*What you have to do*:
Your answer should be the lines of the data below that contain "holds".

+ + + + +

async function prepareOnce(o: PrepareOptions): Promise<PrepareSummary> {
  const started = Date.now();
  const workers = o.workers ?? availableParallelism();
  if (!Number.isInteger(workers) || workers < 0 || workers > 256) throw new UsageError(`expected \`--workers\` to be an integer from 0 to 256, got \`${o.workers}\``);
  if (o.nbest.length === 0) throw new UsageError('expected at least one n-best dump after `--nbest`');
  const maxRejectRate = o.maxRejectRate ?? 0.5;
  if (!(maxRejectRate >= 0 && maxRejectRate <= 1)) throw new UsageError(`expected \`--max-reject-rate\` to be a number from 0 to 1, got \`${o.maxRejectRate}\``);
  const fromStdin = [o.gold, ...o.nbest].filter((f) => f === '-').length;
  if (fromStdin > 1) throw new UsageError('expected at most one input on stdin (`-`): the gold treebank and the n-best dumps are read at different times, so only one of them can come from a pipe');
  if (o.part) parsePartSpec(`${o.part.index}/${o.part.of}`);
  const batchSize = o.batch ?? 16;
  // Validate everything before reading any data.
  const pipeline = loadPipeline(o.pipeline);
  const planned = o.plan ? loadFoldPlan(o.plan) : null;
  const plan = planned?.plan ?? null;
  const inputs = { gold: inputInfo(o.gold), nbest: o.nbest.map(inputInfo), plan: planned ? inputInfo(planned.file) : null };
  refuseRepeatedDumps(o.nbest);
  const claim = claimOutputFolder(o.out, 'shards', { force: o.force });
  const usesStdin = fromStdin > 0;
  const progress = createProgress({ quiet: o.quiet ?? false, label: 'sheaf prepare', totalBytes: usesStdin ? null : inputs.nbest.reduce((a, i) => a + (i.bytes ?? 0), 0) });

  // A complete output with the same inputs and config: nothing to do.
  const earlier = claim.fresh ? null : earlierOutput(o, pipeline, inputs, planned?.file ?? null);
  if (earlier?.upToDate) {
    const m = earlier.upToDate;
    progress.done(`sheaf prepare: ${o.out} is up to date (same inputs and pipeline); nothing to do`);
    checkRejectRate(m.totals, maxRejectRate, o.out);
    return { out: o.out, upToDate: true, resumedShards: 0, shards: m.shards.length, ...m.totals, seconds: (Date.now() - started) / 1000 };
  }
  if (earlier && earlier.differences.length > 0 && !o.force) {
    throw new UsageError(`\`${o.out}\` holds shards prepared from other inputs or config (${earlier.differences.join('; ')}); choose another folder, or add --force to replace them`);
  }

  // Resume from the journal when the inputs and config are unchanged.
  const header = o.part ? { format: SHARD_FORMAT, pipeline: pipeline.digest, inputs, part: o.part } : { format: SHARD_FORMAT, pipeline: pipeline.digest, inputs };
  // A run that keeps names restarts rather than resumes: names come from the sentences it processes.
  const keepsNames = pipeline.hashing.names > 0;
  let state: WriterState | null = null;
  if (!usesStdin && !keepsNames && existsSync(join(o.out, JOURNAL))) {
    state = lastState(readFileSync(join(o.out, JOURNAL), 'utf8'), header);
    if (state && !state.shards.every((s) => existsSync(join(o.out, s.file)) && fileSha256(join(o.out, s.file)) === s.sha256)) state = null;
  }
  const resuming = state !== null;
  if (!state) {
    clearPrepareOutput(o.out);
    state = emptyState();
  } else removeIfExists(join(o.out, `${MANIFEST}.tmp`));
  const resumedShards = state.shards.length;

  const rejects = new RejectsLog(o.out, state.rejectsBytes);
  const part = o.part ? new PartOutput(o.out, o.part, state) : null;
  const templateIds = pipeline.config.templates.map((t) => t.template);
  const writer = new ShardWriter(o.out, { limits: pipeline.shards, bits: pipeline.hashing.bits, compressed: pipeline.encode.compression === 'gzip', templates: templateIds }, state, (k, st) => {
    st.rejectsBytes = rejects.bytes;
    part?.shardDone(k);
    appendFileSync(join(o.out, JOURNAL), shardLine(k, st));
  });

  const digests = new Map<string, Hash>();
  const tapFor = (key: string) => {
    const h = createHash('sha256');
    digests.set(key, h);
    return (c: Buffer) => h.update(c);
  };
  let goldRejected = 0;
  const strictStop = (r: RejectRecord): never => {
    throw new DataError(r.code, `${r.reason} (stopped by --strict)`, { file: r.file, line: r.line ?? undefined, id: r.id ?? undefined });
  };
  const spill = join(o.out, '.gold-spill.tmp');
  let gold: GoldIndex | null = null;
  let pool: OrderedPool<SentenceJob, SentenceResult> | null = null;
  let seq = 0;
  const perFile: number[] = [];
  let namesSummary: NamesSummary | null = null;
  let keys: string[] | null = null;
  try {
    gold = await GoldIndex.build(o.gold, spill, (r) => {
      goldRejected++;
      if (o.strict) strictStop(r);
      if (!resuming) rejects.write(r);
    }, tapFor(`gold:${o.gold}`));
    if (!resuming) {
      state.rejectsBytes = rejects.bytes;
      writeFileAtomic(join(o.out, JOURNAL), headerLine(header, state));
    }
    const models = plannedFolds(plan, gold);
    const init: SentenceWorkerInit = { config: pipeline.config, files: pipeline.files };
    pool = await OrderedPool.start<SentenceJob, SentenceResult>({ size: workers, module: new URL('./sentence-worker.js', import.meta.url), init });
    // Input bytes read so far, and those of the records finished (what progress shows).
    let bytesRead = 0;
    let bytesDone = 0;
    const consume = (item: Item, res: SentenceResult | undefined) => {
      if (item.kind === 'reject') {
        rejects.write(item.reject);
        part?.rejected(item.seq);
        writer.rejected(item.seq + 1);
      } else if (res && 'bytes' in res) {
        // Candidates dropped from a kept list: one rejects line each (with --strict, the first stops the run).
        for (const d of res.dropped) {
          const r: RejectRecord = { file: item.file, line: item.line, column: null, id: item.id, candidate: d.rank, code: d.code, reason: d.reason + item.goldAt };
          if (o.strict) strictStop(r);
          rejects.write({ ...r, reason: `${d.reason}; dropped, the list is kept with its other candidates${item.goldAt}` });
          part?.rejected(item.seq);
        }
        part?.sentence(res, item.fold, item.source, item.seq);
        writer.sentence(res as EncodedSentence, item.fold, item.source, item.seq + 1);
        if (o.stopAfterShards !== undefined && state!.shards.length >= o.stopAfterShards) throw new SimulatedStop('stopped by the test hook');
      } else if (res) {
        const r: RejectRecord = { file: item.file, line: item.line, column: null, id: item.id, code: res.code, reason: res.reason + item.goldAt };
        if (o.strict) strictStop(r);
        rejects.write(r);
        part?.rejected(item.seq);
        writer.rejected(item.seq + 1);
      }
      bytesDone = item.bytesAt;
      progress.update({ sentences: state!.written + state!.rejected, candidates: state!.candidates, bytesDone });
    };
    const batches = new OrderedBatches<Item, SentenceJob, SentenceResult>(pool, { batchSize, maxInFlight: Math.max(2, pool.size * 3) }, consume);
    const addReject = async (r: RejectRecord) => {
      if (o.strict) strictStop(r);
      await batches.push({ kind: 'reject', reject: r, seq, bytesAt: bytesRead });
    };

    for (const file of o.nbest) {
      const tap = tapFor(`nbest:${perFile.length}`);
      const before = seq;
      for await (const item of readNbest(file, { maxCandidates: pipeline.maxCandidates, tap: (c) => { tap(c); bytesRead += c.length; } })) {
        // A part reads every record (ids and duplicates are judged over the whole input) but processes only its share.
        const skip = seq < state.consumed || (part !== null && !part.holds(seq));
        if ('reject' in item) {
          if (!skip) await addReject(item.reject);
          seq++;
          continue;
        }
        const rec = item.record;
        const k = gold.ordinal(rec.id);
        const firstSight = k >= 0 && gold.markSeen(k);
        if (skip) {
          seq++;
          continue;
        }
        const line = rec.line > 0 ? rec.line : null;
        const where = rec.line > 0 ? '' : ` (array element ${rec.index})`;
        const fold = k >= 0 ? gold.fold(k) : -1;
        const plannedFold: PlannedFold | undefined | null = plan ? (fold >= 0 ? { fold, model: models.get(fold) ?? null } : undefined) : null;
        const refusal = joinVerdict(rec.id, k >= 0, firstSight, plannedFold, rec.fold, rec.source);
        if (refusal) {
          const positions = refusal.code === 'no-gold' && gold.byPosition ? ` (the ids of \`${o.gold}\` are tree positions; trees it refused are in the rejects)` : '';
          await addReject({ file, line, column: null, id: rec.id, code: refusal.code, reason: refusal.reason + positions + where });
        } else {
          await batches.push(
            { kind: 'job', seq, id: rec.id, file, line, fold: rec.fold, source: rec.source, bytesAt: bytesRead, goldAt: gold.origin(k) },
            { pos: seq, id: rec.id, fold: rec.fold, gold: gold.tree(k), candidates: rec.candidates },
          );
        }
        seq++;
      }
      perFile.push(seq - before);
    }
    await batches.finish();
    if (keepsNames) {
      keys = (await pool.collect()).flat() as string[];
      namesSummary = writeNames(o.out, keys, pipeline.hashing);
    }
  } catch (e) {
    rejects.close();
    part?.close();
    writer.abort();
    throw e;
  } finally {
    await pool?.close();
    gold?.close();
    removeIfExists(spill);
  }
  writer.close();
  rejects.finish();

  // A part's totals are those of its share; part.json records the whole input's count.
  const read = part ? shareSize(seq, part.spec) : seq;
  if (state.written + state.rejected !== read) {
    throw new Error(`totals do not reconcile: read ${read}, written ${state.written}, rejected ${state.rejected}`);
  }
  const digestOf = (key: string) => `sha256:${digests.get(key)!.digest('hex')}`;
  const totals: Totals = {
    read,
    written: state.written,
    rejected: state.rejected,
    candidatesRead: state.candidates + (state.candidatesDropped ?? 0),
    candidates: state.candidates,
    candidatesDropped: state.candidatesDropped ?? 0,
    noCandidates: state.noCandidates,
    goldTrees: gold!.size,
    goldRejected,
    goldWithoutNbest: gold!.unseen(),
  };
  const manifest: ShardManifest = {
    format: SHARD_FORMAT,
    tool: { name: 'sheaf', version: TOOL_VERSION },
    pipeline: { digest: pipeline.digest, config: pipeline.config, files: PIPELINE_FILES },
    hashing: { bits: pipeline.hashing.bits, seed: pipeline.hashing.seed, rule: HASH_RULE, dropUniform: pipeline.hashing.dropUniform },
    compression: { method: pipeline.encode.compression, level: pipeline.encode.level, unit: 'sentence' },
    record: RECORD_LAYOUT,
    inputs: {
      gold: { path: o.gold, bytes: inputs.gold.bytes, sha256: digestOf(`gold:${o.gold}`) },
      nbest: o.nbest.map((f, k) => ({ path: f, bytes: inputs.nbest[k].bytes, sha256: digestOf(`nbest:${k}`), records: perFile[k] })),
      plan: planned ? { path: planned.file, sha256: fileSha256(planned.file) } : null,
    },
    folds: state.folds,
    shards: state.shards,
    totals,
    rejects: { file: REJECTS, count: state.rejected + goldRejected + totals.candidatesDropped },
    names: namesSummary,
  };
  part?.finish(seq, state, keys);
  writeFileAtomic(join(o.out, PIPELINE_FILES), encodePipelineFiles(pipeline.files));
  writeFileAtomic(join(o.out, MANIFEST), formatManifest(manifest));
  removeIfExists(join(o.out, JOURNAL));
  const summary: PrepareSummary = { out: o.out, upToDate: false, resumedShards, shards: state.shards.length, ...totals, seconds: (Date.now() - started) / 1000 };
  const n = (x: number) => x.toLocaleString('en-US');
  progress.done(`sheaf prepare: read ${n(read)} n-best lists: wrote ${n(state.written)} (${n(state.candidates)} candidates${totals.candidatesDropped ? `; ${n(totals.candidatesDropped)} dropped: their tree does not parse or their words differ from the gold's` : ''}) in ${n(state.shards.length)} shard(s), rejected ${n(state.rejected)}${resumedShards ? `; resumed after ${n(resumedShards)} complete shard(s)` : ''}; ${n(totals.goldWithoutNbest)} gold sentence(s) had no n-best list; ${summary.seconds.toFixed(1)} s`);
  checkRejectRate(totals, maxRejectRate, o.out);
  return summary;
}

+ + + + +

*Finished task*:
    throw new UsageError(`\`${o.out}\` holds shards prepared from other inputs or config (${earlier.differences.join('; ')}); choose another folder, or add --force to replace them`);
        const skip = seq < state.consumed || (part !== null && !part.holds(seq));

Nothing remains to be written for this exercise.